Aber hey. Wer solche Rahmen baut, dem traue ich auch eine Kinderrad-Revolution zu. 

Und wenn Du bis Anfang kommenden Sommers ein 20" leichter und nicht viel teurer als das am Start haben solltest, dann nehm' ich eins 

Gruß,
Chris


----------



## Yasec (20. September 2010)

Hi!
Danke! 
Radgrösse so ca. von 16" bis 20". Jetzt baue ich eins für mein Cristoph, der jüngste in unsere Familie. Er wird im November 6 jahre alt, aber fährt täglich 15km, da er nach Österreich radeln muss wegen der Kindergarten.  Er ist praktisch mein "Versuchskaninchen" ! ))

Islabikes ist eine andere gesichte: die betreiben eine aktive "Kinderrad-Recycling", dort kann mann gebrauchte Kinderräder abgeben (die kaufen es zurück), aber eine möglichkeit um gebrauchte Bikes zu kaufen gibt es nicht.
Also wo sind denn die zurückgekauften Bikes? )))
Es ist ein gutes Idee, nur so ganz korrekt ist das ganze verfahren meine meinung nach nicht. Mann kauft dort mit guter warscheinlichkeit rekonditionierter Bikes als Neuware. Das ist natrlich eine anmutung von mir, nichts anderes. Bin aber maschinenbauer, muss immer logisch denken! 

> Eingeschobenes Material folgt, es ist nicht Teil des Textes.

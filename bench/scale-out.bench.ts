/**
 * Scale-out of a partitioned ingest job (PostgreSQL only; a benchmark, not a test): the same batch of generated
 * mentions (ctx.sizes.scaleOut: quick 5,000; default 50,000; full 1,000,000) submitted with
 * `cpreg ingest --as-job --no-wait` to a fresh database served by 1, then 2, `cpreg worker` child processes.
 *
 * Per run it records:
 *  - mentions/s: mentions read / wall time from the submit to the job's end (staging, planning, partitions, final pass);
 *  - the planner's time (job result planningMs) and the phases read from the job's timestamps;
 *  - where the CPU time went: utime+stime (/proc/<pid>/stat) of the worker processes, of the submitting process, and
 *    of the PostgreSQL backends serving this database (pids from pg_stat_activity, sampled every second, so a backend
 *    that exits loses at most its last second). Database share = postgres CPU / (postgres CPU + worker CPU). The
 *    whole server's CPU (every process named postgres, exited backends included through the postmaster's cutime)
 *    and the machine's busy CPU are kept in `extra`: they also count anything else the machine runs meanwhile;
 *  - after the run, pg_total_relation_size (table + indexes + TOAST) of the register's big tables, per million
 *    mentions and per million counterparties.
 * Each run has a time budget (the runner kills a quick file at 300 s): past it the job is abandoned, the rate is
 * recorded over the partitions done and the row says so. Workers are killed and the database dropped at the end,
 * also when the run fails. CPREG_BENCH_SCALE_OUT_SIZES=20000 (comma list) overrides the sizes.
 */
import { spawn, type ChildProcess } from 'node:child_process';
import { once } from 'node:events';
import { createWriteStream, readdirSync, readFileSync } from 'node:fs';
import { dirname, join } from 'node:path';
import { createInterface } from 'node:readline';
import { fileURLToPath } from 'node:url';
import pg from 'pg';
import { migrateToLatest } from '../db/migrate.ts';
import { openDatabase } from '../db/open-database.ts';
import { dropDatabase, freshDatabase } from './resolve-load.ts';
import type { BenchContext, BenchRow } from './types.ts';

const REPO = dirname(dirname(fileURLToPath(import.meta.url)));
const CLI = join(REPO, 'bin/cpreg.js');
const WORKER_COUNTS = [1, 2] as const;
/** Seconds one run (one worker count) may take from the submit before it is abandoned. */
const BUDGET_S = { quick: 100, default: 1500, full: 5400 } as const;
/** The tables whose sizes are recorded (each with its indexes and TOAST). */
const SIZED_TABLES = ['mention', 'counterparty', 'counterparty_name', 'blocking_key', 'history_event', 'review_item'] as const;
const TICKS_PER_S = 100; // USER_HZ on Linux (getconf CLK_TCK)

/** At least 16 partitions, so that two workers have work to share; at most the default 2,000 mentions each. */
export function partitionSizeFor(size: number): number {
  return Math.max(100, Math.min(2000, Math.ceil(size / 16)));
}

// ------------------------------------------------------------------ CPU time from /proc

/** [utime+stime, cutime+cstime] of a process in seconds, or undefined when it is gone. */
function procCpu(pid: number | 'self'): { own: number; children: number } | undefined {
  try {
    const stat = readFileSync(`/proc/${pid}/stat`, 'utf8');
    const f = stat.slice(stat.lastIndexOf(')') + 2).split(' ');
    // After "pid (comm) ": f[0] is field 3 (state); utime is field 14, stime 15, cutime 16, cstime 17.
    return { own: (Number(f[11]) + Number(f[12])) / TICKS_PER_S, children: (Number(f[13]) + Number(f[14])) / TICKS_PER_S };
  } catch {
    return undefined;
  }
}

function procName(pid: string): string | undefined {
  try {
    return readFileSync(`/proc/${pid}/comm`, 'utf8').trim();
  } catch {
    return undefined;
  }
}

/** CPU seconds of every process named postgres, their waited-for children included (the whole server). */
function serverCpu(): number {
  let total = 0;
  for (const pid of readdirSync('/proc').filter((p) => /^\d+$/.test(p))) {
    if (procName(pid) !== 'postgres') continue;
    const cpu = procCpu(Number(pid));
    if (cpu) total += cpu.own + cpu.children;
  }
  return total;
}

/** Busy and total CPU seconds of the whole machine (/proc/stat, all cores). */
function machineCpu(): { busy: number; total: number } {
  const cols = readFileSync('/proc/stat', 'utf8').split('\n')[0]!.trim().split(/\s+/).slice(1).map(Number);
  const total = cols.slice(0, 8).reduce((a, b) => a + b, 0);
  const idle = cols[3]! + cols[4]!;
  return { busy: (total - idle) / TICKS_PER_S, total: total / TICKS_PER_S };
}
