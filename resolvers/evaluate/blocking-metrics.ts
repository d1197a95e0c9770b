/**
 * Blocking quality (Christen, Data Matching, 2012, ch. 4): reduction ratio RR = 1 − candidates / all pairs,
 * pairs completeness PC = true pairs among candidates / all true pairs, pairs quality PQ = true pairs among
 * candidates / candidates.
 */
export interface BlockingMetrics {
  records: number;
  candidatePairs: number;
  truePairs: number;
  trueCandidatePairs: number;
  reductionRatio: number;
  pairsCompleteness: number;
  pairsQuality: number;
}

export function blockingMetrics(counts: { records: number; candidatePairs: number; truePairs: number; trueCandidatePairs: number }): BlockingMetrics {
  const all = (counts.records * (counts.records - 1)) / 2;
  return {
    ...counts,
    reductionRatio: all === 0 ? 1 : 1 - counts.candidatePairs / all,
    pairsCompleteness: counts.truePairs === 0 ? 1 : counts.trueCandidatePairs / counts.truePairs,
    pairsQuality: counts.candidatePairs === 0 ? 0 : counts.trueCandidatePairs / counts.candidatePairs,
  };
}
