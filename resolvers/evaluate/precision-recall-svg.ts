/**
 * An SVG line plot of precision and recall (and F1) against the link threshold, readable by a person:
 * titled, both axes labelled with ticks, a legend, and a marker at the chosen threshold.
 */
export interface SweepPoint {
  threshold: number;
  precision: number;
  recall: number;
  f1: number;
}

const WIDTH = 720;
const HEIGHT = 440;
const LEFT = 70;
const RIGHT = 170;
const TOP = 50;
const BOTTOM = 60;

export function precisionRecallSvg(points: readonly SweepPoint[], options: { title: string; chosen?: number }): string {
  if (points.length === 0) throw new Error('precisionRecallSvg: no sweep points to plot');
  const sorted = [...points].sort((a, b) => a.threshold - b.threshold);
  const xMin = (sorted[0] as SweepPoint).threshold;
  const xMax = Math.max((sorted[sorted.length - 1] as SweepPoint).threshold, xMin + 1e-9);
  const plotW = WIDTH - LEFT - RIGHT;
  const plotH = HEIGHT - TOP - BOTTOM;
  const x = (v: number): number => LEFT + ((v - xMin) / (xMax - xMin)) * plotW;
  const y = (v: number): number => TOP + (1 - v) * plotH;
  const parts: string[] = [];
  parts.push(
    `<svg xmlns="http://www.w3.org/2000/svg" width="${WIDTH}" height="${HEIGHT}" viewBox="0 0 ${WIDTH} ${HEIGHT}" font-family="sans-serif" font-size="12">`,
  );
  parts.push(`<rect width="${WIDTH}" height="${HEIGHT}" fill="white"/>`);
  parts.push(`<text x="${WIDTH / 2}" y="24" text-anchor="middle" font-size="15">${escapeXml(options.title)}</text>`);
  for (let i = 0; i <= 5; i++) {
    const v = i / 5;
    parts.push(`<line x1="${LEFT}" x2="${LEFT + plotW}" y1="${y(v)}" y2="${y(v)}" stroke="#ddd"/>`);
    parts.push(`<text x="${LEFT - 8}" y="${y(v) + 4}" text-anchor="end">${v.toFixed(1)}</text>`);
  }
  for (let i = 0; i <= 6; i++) {
    const v = xMin + ((xMax - xMin) * i) / 6;
    parts.push(`<line x1="${x(v)}" x2="${x(v)}" y1="${TOP + plotH}" y2="${TOP + plotH + 5}" stroke="black"/>`);
    parts.push(`<text x="${x(v)}" y="${TOP + plotH + 20}" text-anchor="middle">${formatTick(v)}</text>`);
  }
  parts.push(`<line x1="${LEFT}" x2="${LEFT}" y1="${TOP}" y2="${TOP + plotH}" stroke="black"/>`);
  parts.push(`<line x1="${LEFT}" x2="${LEFT + plotW}" y1="${TOP + plotH}" y2="${TOP + plotH}" stroke="black"/>`);
  parts.push(`<text x="${LEFT + plotW / 2}" y="${HEIGHT - 15}" text-anchor="middle">link threshold (match score in bits)</text>`);
  parts.push(`<text x="18" y="${TOP + plotH / 2}" text-anchor="middle" transform="rotate(-90 18 ${TOP + plotH / 2})">pairwise precision / recall / F1</text>`);
  const series: { key: keyof SweepPoint; label: string; colour: string; dash: string }[] = [
    { key: 'precision', label: 'precision', colour: '#1f77b4', dash: '' },
    { key: 'recall', label: 'recall', colour: '#d62728', dash: '6 3' },
    { key: 'f1', label: 'F1', colour: '#2ca02c', dash: '2 3' },
  ];
  series.forEach((s, i) => {
    const path = sorted.map((p) => `${x(p.threshold).toFixed(1)},${y(p[s.key]).toFixed(1)}`).join(' ');
    const dash = s.dash ? ` stroke-dasharray="${s.dash}"` : '';
    parts.push(`<polyline fill="none" stroke="${s.colour}" stroke-width="2"${dash} points="${path}"/>`);
    const ly = TOP + 10 + i * 22;
    parts.push(`<line x1="${WIDTH - RIGHT + 20}" x2="${WIDTH - RIGHT + 50}" y1="${ly}" y2="${ly}" stroke="${s.colour}" stroke-width="2"${dash}/>`);
    parts.push(`<text x="${WIDTH - RIGHT + 56}" y="${ly + 4}">${s.label}</text>`);
  });
  if (options.chosen !== undefined && options.chosen >= xMin && options.chosen <= xMax) {
    const cx = x(options.chosen);
    parts.push(`<line x1="${cx}" x2="${cx}" y1="${TOP}" y2="${TOP + plotH}" stroke="#555" stroke-dasharray="4 4"/>`);
    const ly = TOP + 10 + 3 * 22;
    parts.push(`<line x1="${WIDTH - RIGHT + 20}" x2="${WIDTH - RIGHT + 50}" y1="${ly}" y2="${ly}" stroke="#555" stroke-dasharray="4 4"/>`);
    parts.push(`<text x="${WIDTH - RIGHT + 56}" y="${ly + 4}">links from ${formatTick(options.chosen)}</text>`);
  }
  parts.push('</svg>');
  return parts.join('\n') + '\n';
}

function formatTick(v: number): string {
  return Math.abs(v) >= 10 ? v.toFixed(0) : v.toFixed(2);
}

function escapeXml(text: string): string {
  return text.replaceAll('&', '&amp;').replaceAll('<', '&lt;').replaceAll('>', '&gt;').replaceAll('"', '&quot;');
}
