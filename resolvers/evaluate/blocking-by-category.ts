/**
 * Blocking quality per category of true pair (the categories issue 5 asks for): a pair involving a non-Latin
 * name; else one involving an acronym; else Latin-script names sharing at least one core word; else sharing none.
 * Translations and most acronyms cannot be found by name keys at all, so one overall PC would hide the figure
 * that matters: PC on Latin-script pairs that share a word.
 */
import { nameScript, type MatchRecord } from '../block/index.ts';
import { blockingMetrics, type BlockingMetrics } from './blocking-metrics.ts';

export const PAIR_CATEGORIES = ['latin_shared_word', 'latin_no_shared_word', 'acronym', 'non_latin'] as const;
export type PairCategory = (typeof PAIR_CATEGORIES)[number];

export interface CategoryCompleteness {
  truePairs: number;
  found: number;
  pairsCompleteness: number;
}

export interface BlockingReport {
  overall: BlockingMetrics;
  byCategory: Record<PairCategory, CategoryCompleteness>;
}

export function pairCategory(a: MatchRecord, b: MatchRecord, aIsAcronym: boolean, bIsAcronym: boolean): PairCategory {
  if (nameScript(a.analysis.normalised) !== 'latin' || nameScript(b.analysis.normalised) !== 'latin') return 'non_latin';
  if (aIsAcronym || bIsAcronym) return 'acronym';
  const tokensB = new Set(b.analysis.tokens);
  return a.analysis.tokens.some((t) => tokensB.has(t)) ? 'latin_shared_word' : 'latin_no_shared_word';
}

/**
 * @param gold   ground-truth entity label per record
 * @param left/right/count  candidate pairs as record indices
 */
export function blockingByCategory(
  records: readonly MatchRecord[],
  gold: readonly string[],
  isAcronym: readonly boolean[],
  candidates: { left: Int32Array; right: Int32Array; count: number },
): BlockingReport {
  const n = records.length;
  // True pairs, keyed i * n + j (exact in a double up to n ≈ 9.4e7).
  const members = new Map<string, number[]>();
  gold.forEach((label, i) => {
    const list = members.get(label);
    if (list) list.push(i);
    else members.set(label, [i]);
  });
  const truePairs = new Map<number, PairCategory>();
  for (const list of members.values()) {
    for (let x = 0; x < list.length; x++) {
      for (let y = x + 1; y < list.length; y++) {
        const i = list[x] as number;
        const j = list[y] as number;
        const [lo, hi] = i < j ? [i, j] : [j, i];
        truePairs.set(lo * n + hi, pairCategory(records[lo] as MatchRecord, records[hi] as MatchRecord, isAcronym[lo] === true, isAcronym[hi] === true));
      }
    }
  }
  const byCategory = Object.fromEntries(PAIR_CATEGORIES.map((c) => [c, { truePairs: 0, found: 0, pairsCompleteness: 1 }])) as Record<
    PairCategory,
    CategoryCompleteness
  >;
  for (const category of truePairs.values()) byCategory[category].truePairs++;
  let trueCandidatePairs = 0;
  for (let k = 0; k < candidates.count; k++) {
    const i = candidates.left[k] as number;
    const j = candidates.right[k] as number;
    const category = truePairs.get(i < j ? i * n + j : j * n + i);
    if (category === undefined) continue;
    trueCandidatePairs++;
    byCategory[category].found++;
  }
  for (const c of PAIR_CATEGORIES) {
    const entry = byCategory[c];
    entry.pairsCompleteness = entry.truePairs === 0 ? 1 : entry.found / entry.truePairs;
  }
  return {
    overall: blockingMetrics({ records: n, candidatePairs: candidates.count, truePairs: truePairs.size, trueCandidatePairs }),
    byCategory,
  };
}
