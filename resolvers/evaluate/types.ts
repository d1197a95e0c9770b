export interface PrecisionRecall {
  precision: number;
  recall: number;
  f1: number;
}

/** F1 as the harmonic mean; 0 when both are 0. */
export function f1Of(precision: number, recall: number): number {
  return precision + recall === 0 ? 0 : (2 * precision * recall) / (precision + recall);
}
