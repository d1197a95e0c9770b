/**
 * Words that tell two otherwise equal organisation names apart: series numbers, branch designations, activity
 * words of a group's companies, places. Tokens are compared as the name analysis folds them (lower case, accents
 * off). The lists are common practice in company naming; the number words cover the languages of the legal forms
 * most often met (English, German, French, Spanish, Italian, Dutch, Portuguese).
 */

const ROMAN = /^(?=[ivxlc])c{0,3}(?:xc|xl|l?x{0,3})(?:ix|iv|v?i{0,3})$/;

const NUMBER_WORDS: ReadonlySet<string> = new Set([
  'one',
  'two',
  'three',
  'four',
  'five',
  'six',
  'seven',
  'eight',
  'nine',
  'ten',
  'eleven',
  'twelve',
  'first',
  'second',
  'third',
  'fourth',
  'fifth',
  'sixth',
  'seventh',
  'eighth',
  'ninth',
  'tenth',
  'eins',
  'zwei',
  'drei',
  'vier',
  'funf',
  'sechs',
  'sieben',
  'acht',
  'neun',
  'zehn',
  'un',
  'deux',
  'trois',
  'quatre',
  'cinq',
  'premier',
  'premiere',
  'deuxieme',
  'troisieme',
  'uno',
  'dos',
  'tres',
  'cuatro',
  'cinco',
  'primero',
  'primera',
  'segundo',
  'segunda',
  'due',
  'tre',
  'quattro',
  'primo',
  'prima',
  'secondo',
  'seconda',
  'terzo',
  'een',
  'twee',
  'drie',
  'vijf',
  'um',
  'dois',
  'quatro',
]);

/** Branch of a company, as opposed to the company (the head office): not the same legal relation. */
export const BRANCH_WORDS: ReadonlySet<string> = new Set([
  'branch',
  'branches',
  'niederlassung',
  'zweigniederlassung',
  'zweigstelle',
  'filiale',
  'filial',
  'succursale',
  'sucursal',
  'sucursale',
  'bijkantoor',
  'agency',
  'office',
  'representative',
]);

/**
 * Words naming what a company of a group does: two names equal but for these ("Alder Securities" / "Alder Bank")
 * are sister companies, not spellings of one.
 */
export const ACTIVITY_WORDS: ReadonlySet<string> = new Set([
  'bank',
  'banque',
  'banca',
  'banco',
  'bancorp',
  'banking',
  'securities',
  'capital',
  'finance',
  'financial',
  'financing',
  'funding',
  'insurance',
  'assurance',
  'reinsurance',
  'life',
  'leasing',
  'investment',
  'investments',
  'invest',
  'asset',
  'assets',
  'management',
  'managers',
  'advisors',
  'advisers',
  'advisory',
  'partners',
  'trust',
  'trustees',
  'holding',
  'holdings',
  'group',
  'fund',
  'funds',
  'credit',
  'mortgage',
  'mortgages',
  'realty',
  'real',
  'estate',
  'property',
  'properties',
  'services',
  'solutions',
  'technologies',
  'technology',
  'systems',
  'logistics',
  'energy',
  'power',
  'trading',
  'markets',
  'brokers',
  'broking',
  'factoring',
  'payments',
  'wealth',
  'equity',
  'ventures',
  'infrastructure',
  'pensions',
  'pension',
  'versicherung',
  'versicherungen',
  'kapital',
  'immobilien',
  'verwaltung',
  'beteiligungen',
  'assicurazioni',
  'seguros',
  'vida',
  'gestion',
  'inversiones',
  'finanz',
  'finanzierung',
  'consulting',
  'construction',
  'engineering',
  'manufacturing',
  'industries',
  'shipping',
  'transport',
  'telecom',
  'media',
  'pharma',
  'foods',
  'retail',
  'marine',
  'mining',
  'resources',
]);

/** Regions and place words often put in a subsidiary's name; country names come from ICU (countryWords). */
const REGION_WORDS: readonly string[] = [
  'asia',
  'europe',
  'european',
  'america',
  'americas',
  'africa',
  'pacific',
  'asia pacific',
  'emea',
  'apac',
  'latam',
  'nordic',
  'nordics',
  'benelux',
  'middle east',
  'gulf',
  'international',
  'global',
  'uk',
  'usa',
  'us',
  'hong kong',
  'scandinavia',
  'iberia',
  'deutschland',
  'schweiz',
  'suisse',
  'osterreich',
  'espana',
  'italia',
  'nederland',
  'london',
  'new york',
  'paris',
  'frankfurt',
  'singapore',
  'tokyo',
  'luxembourg',
  'dublin',
  'zurich',
  'sydney',
];

let placeWords: ReadonlySet<string> | null = null;

/** Lower-cased English country names (ICU display names of every ISO 3166-1 alpha-2 code) and region words. */
export function isPlaceWord(token: string): boolean {
  if (placeWords === null) placeWords = buildPlaceWords();
  return placeWords.has(token);
}

function buildPlaceWords(): ReadonlySet<string> {
  const out = new Set<string>();
  for (const word of REGION_WORDS) for (const part of word.split(' ')) out.add(part);
  const names = new Intl.DisplayNames(['en'], { type: 'region', fallback: 'none' });
  for (let a = 65; a <= 90; a++) {
    for (let b = 65; b <= 90; b++) {
      const name = names.of(String.fromCharCode(a, b));
      if (!name) continue;
      const folded = name
        .normalize('NFKD')
        .replace(/[\u0300-\u036f]/g, '')
        .toLowerCase();
      // One-word names only: "United" or "Republic" alone would tell nothing.
      if (/^[a-z]+$/.test(folded)) out.add(folded);
    }
  }
  return out;
}

/**
 * A token that numbers a series: a number ("2", "1884", "2nd"), a Roman numeral (i … ccc), or a number word.
 * A word with a digit inside ("r0botics", a misread letter; "n26", a brand) is not one. Remembered per token (a
 * bounded memo): the same tokens recur in many pairs.
 */
export function isNumberToken(token: string): boolean {
  const known = numberMemo.get(token);
  if (known !== undefined) return known;
  const result = /^\d+[a-z]{0,2}$/.test(token) || (token.length <= 6 && ROMAN.test(token)) || NUMBER_WORDS.has(token);
  if (numberMemo.size >= MEMO_LIMIT) numberMemo.clear();
  numberMemo.set(token, result);
  return result;
}

const MEMO_LIMIT = 100_000;
const numberMemo = new Map<string, boolean>();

Ich habe übrigens so um die 300 Euro vorgesehen, mal schauen was daraus zu realisieren ist! Es kommen wahnsinnig viel eigenentwickelte Teile dazu, denn es gibt fast nichts auf der Markt!
Was auf der Markt gibt sind folgende Teile:
-zu breite Kurbelsatz
-zu breite Sattel (auch wenn die schmal wären, das Gestell wird dann im weg sein)
-miserables sitzposition, etwa so wie das von alten Menschen, fast aufrecht sitzend
-ab und zu schon komplette schaltsysteme, völlig überflüssig!!! (wenn schon, dann 2gang Vo.Getriebeschaltung, aber kein schweres Klumpert)
-zu dicke Lenker
-und natürlich alles übergewichtig!!!

Ich habe auch umgesehen was es zu bekommen gibt, aber absolut nichts!!!

Jetzt baue ich gerade ein 18"-er, was das Preis angeht ist es mit sicherheit irrelevant, da wird nur ausgeprobt, was gewichtsmässig rauskommen kann (minimum), und wie kann damit ein Kind umgehen.
Denn wenn das gesamtgewicht runtergeht, wird der gewichtsverteilung enorm wichtig! Das mache ich dann alles mit der sitzposition!
Ein Riemenantrieb ist auch nicht ausgeschlossen, dann ärgert sich mein Frau nicht mehr wegen Kettenölspuren au die Kleider! ))


----------



## chris5000 (21. September 2010)

Yasec schrieb:


> Hi!
> Islabikes ist eine andere gesichte: die betreiben eine aktive "Kinderrad-Recycling", dort kann mann gebrauchte Kinderräder abgeben (die kaufen es zurück), aber eine möglichkeit um gebrauchte Bikes zu kaufen gibt es nicht.
> Also wo sind denn die zurückgekauften Bikes? )))
> Es ist ein gutes Idee, nur so ganz korrekt ist das ganze verfahren meine meinung nach nicht. Mann kauft dort mit guter warscheinlichkeit rekonditionierter Bikes als Neuware. Das ist natrlich eine anmutung von mir, nichts anderes. Bin aber maschinenbauer, muss immer logisch denken!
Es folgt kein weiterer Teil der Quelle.